The other thing I learned is that the US cornered the junk food market lmao.
Also I did buy one item from the US which was broccoli. If someone finds broccoli not from the US let me know :D
I just checked the President’s Choice broccoli in my freezer and it says “Product of Belgium”.
Dawson’s, Piri Piri by PC, No Name hot sauce
In solidarity with Mexico I might just stick with El Yucateco.
I buy el yucateco because it tastes better. If America wants me to buy hot sauce made here they need to learn how to make it taste good.
You’ve pointed out an aspect of this that has escaped too many. You don’t fight nationalism with more nationalism. This trade war can only result in stronger trade partnerships with other nations.
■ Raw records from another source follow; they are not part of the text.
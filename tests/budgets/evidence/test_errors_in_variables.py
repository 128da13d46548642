"""Lines with errors on both sides, against general minimisers, special cases, laws and simulation."""

import numpy as np
import pytest
from hypothesis import given, settings
from hypothesis import strategies as st
from scipy import optimize, stats

from budgets.errors import ConvergenceError, EvidenceError
from budgets.evidence.errors_in_variables import line_with_known_ratio, line_with_uncertainties


def simulated(seed, n=25, slope=1.1, u_x=0.1, u_y=0.15):
    generator = np.random.default_rng(seed)
    truth = generator.uniform(2, 5, n)
    x = truth + generator.normal(0, u_x, n)
    return x, 0.3 + slope * truth + generator.normal(0, u_y, n)


@pytest.mark.parametrize("seed", range(4))
def test_individual_uncertainties_minimise_the_weighted_sum(seed):
    generator = np.random.default_rng(seed)
    x, y = simulated(seed)
    u_x, u_y = generator.uniform(0.05, 0.2, (2, 25))

    def weighted(parameters):
        a, b = parameters
        return np.sum((y - a - b * x) ** 2 / (u_y**2 + b**2 * u_x**2))

    reference = optimize.minimize(weighted, (0.0, 1.0), method="Nelder-Mead", options={"xatol": 1e-9})
    line = line_with_uncertainties(x, y, u_x, u_y)
    assert (line.intercept, line.slope) == pytest.approx(tuple(reference.x), abs=1e-5)
    assert line.sum_of_squares == pytest.approx(reference.fun, rel=1e-8)
    assert line.degrees_of_freedom == 23


def test_without_errors_of_x_it_is_an_ordinary_regression():
    x, y = simulated(1, u_x=0)
    line, reference = line_with_uncertainties(x, y, np.zeros(25), np.full(25, 0.15)), stats.linregress(x, y)
    assert (line.slope, line.intercept) == pytest.approx((reference.slope, reference.intercept))
    assert line.slope_standard_uncertainty == pytest.approx(0.15 / np.sqrt(np.sum((x - x.mean()) ** 2)))


def test_equal_uncertainties_are_a_known_ratio():
    x, y = simulated(2)
    whole = line_with_uncertainties(x, y, np.full(25, 0.1), np.full(25, 0.15))
    known = line_with_known_ratio(x, y, 0.15**2 / 0.1**2)
    assert (known.slope, known.intercept) == pytest.approx((whole.slope, whole.intercept), rel=1e-9)


def test_the_ends_of_the_ratio_are_the_two_regressions():
    x, y = simulated(3)
    assert line_with_known_ratio(x, y, 1e12).slope == pytest.approx(stats.linregress(x, y).slope, rel=1e-6)
    assert line_with_known_ratio(x, y, 1e-12).slope == pytest.approx(
        1 / stats.linregress(y, x).slope, rel=1e-6
    )


def test_the_test_of_a_slope_is_that_of_a_correlation():
    """At the true slope y - x and delta x + y are uncorrelated: scipy's Pearson test with delta = 1."""
    x, y = simulated(4, u_x=0.1, u_y=0.1)
    assert line_with_known_ratio(x, y, 1.0).p_value == pytest.approx(stats.pearsonr(y - x, x + y).pvalue)
    exact = line_with_known_ratio([1.0, 2.0, 3.0], [1.0, 2.0, 3.0], 1.0)
    assert exact.p_value == pytest.approx(1.0) and exact.slope == pytest.approx(1.0)
    assert line_with_known_ratio([1.0, 2.0, 3.0], [2.0, 4.0, 6.0], 1.0).p_value < 1e-6


@settings(max_examples=20, deadline=None)
@given(st.integers(0, 10**6), st.floats(-50, 50), st.floats(0.01, 100))
def test_laws_of_shift_scale_order_and_exchange(seed, shift, factor):
    x, y = simulated(seed)
    known, order = line_with_known_ratio(x, y, 2.25), np.random.default_rng(seed).permutation(25)
    moved = line_with_known_ratio(x[order] * factor + shift, y[order] * factor, 2.25)
    assert moved.slope == pytest.approx(known.slope, rel=1e-8)
    assert (moved.lower, moved.upper) == pytest.approx((known.lower, known.upper), rel=1e-7)
    assert line_with_known_ratio(y, x, 1 / 2.25).slope == pytest.approx(1 / known.slope, rel=1e-8)
    u_x, u_y = np.random.default_rng(seed).uniform(0.05, 0.2, (2, 25))
    line = line_with_uncertainties(x, y, u_x, u_y)
    moved = line_with_uncertainties(x[order] + shift, y[order], u_x[order], u_y[order])
    assert (moved.slope, moved.intercept) == pytest.approx(
        (line.slope, line.intercept - line.slope * shift), abs=1e-7
    )
    assert line_with_uncertainties(y, x, u_y, u_x).slope == pytest.approx(1 / line.slope, rel=1e-8)


def test_an_open_slope_has_no_interval():
    generator = np.random.default_rng(5)
    x, y = generator.normal(0, 1, (2, 6))
    line = line_with_known_ratio(x, y, 1.0)
    assert (line.lower, line.upper) == (None, None)
    steep = line_with_known_ratio([1.0, 1.01, 0.99, 1.02], [1.0, 2.0, 3.0, 4.1], 1.0)
    assert (steep.lower, steep.upper) == (None, None)
    assert line_with_known_ratio([1.0, 2.0], [1.0, 2.0], 1.0) is None
    assert line_with_known_ratio([1e-90, 2e-90, 3e-90], [1e-90, 2.1e-90, 3e-90], 1.0) is None
    assert line_with_known_ratio([1.0, 2.0, 1.0, 2.0], [1.0, 1.0, 2.0, 2.0], 1.0) is None


@pytest.mark.parametrize(
    ("points", "match"),
    [
        (([1, 2], [1, 2], [1, 1], [1, 1]), "three points"),
        (([1, 2, 3], [1, 2, 3], [1, 1], [1, 1, 1]), "three points"),
        (([1, 1, 1], [1, 2, 3], [1, 1, 1], [1, 1, 1]), "the same x"),
        (([1, 2, 3], [1, 2, 3], [1, -1, 1], [1, 1, 1]), "above zero"),
        (([1, 2, 3], [1, 2, 3], [1, 1, 1], [1, 0, 1]), "above zero"),
    ],
)
def test_points_that_make_no_line_are_refused(points, match):
    with pytest.raises(EvidenceError, match=match):
        line_with_uncertainties(*points)


def test_a_vertical_line_is_an_error():
    """Points that lie along the vertical: the line has no finite slope."""
    with pytest.raises(ConvergenceError):
        line_with_uncertainties([0.0, 1e-3, 0.0, -1e-3], [1.0, 2.0, 3.0, 2.0], [1.0] * 4, [1.0] * 4)


@pytest.mark.slow
def test_coverage_of_the_interval_of_the_slope():
    """2,000 studies of 10 points: exact where the ratio is known; 500 where all uncertainties are."""
    held, reach = [0, 0], stats.norm.ppf(0.975)
    for seed in range(2000):
        x, y = simulated(seed, n=10, slope=1.1, u_x=0.1, u_y=0.1)
        line = line_with_known_ratio(x, y, 1.0)
        held[0] += line.lower <= 1.1 <= line.upper
        if seed < 500:
            whole = line_with_uncertainties(x, y, [0.1] * 10, [0.1] * 10)
            held[1] += abs(whole.slope - 1.1) <= reach * whole.slope_standard_uncertainty
    assert 0.935 <= held[0] / 2000 <= 0.965, held
    assert 0.92 <= held[1] / 500 <= 0.98, held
I’ve been pleasantly surprised at how Canadian my stuff already is. It makes sense, I guess - shipping costs something, and I look for deals.
The really hard thing will be fresh, perishable goods, so I’ve spent the last several years moving onto all-pantry recipes. Detergent is also weirdly American, although Tru Earth is Canadian.
BioSteel was bought by a conspiracy theorist/Guru type last year that also owns Canadian Protein. For anyone that needs proof just lookup the owner and his social media.
PVL is probably a decent Canadian alternative.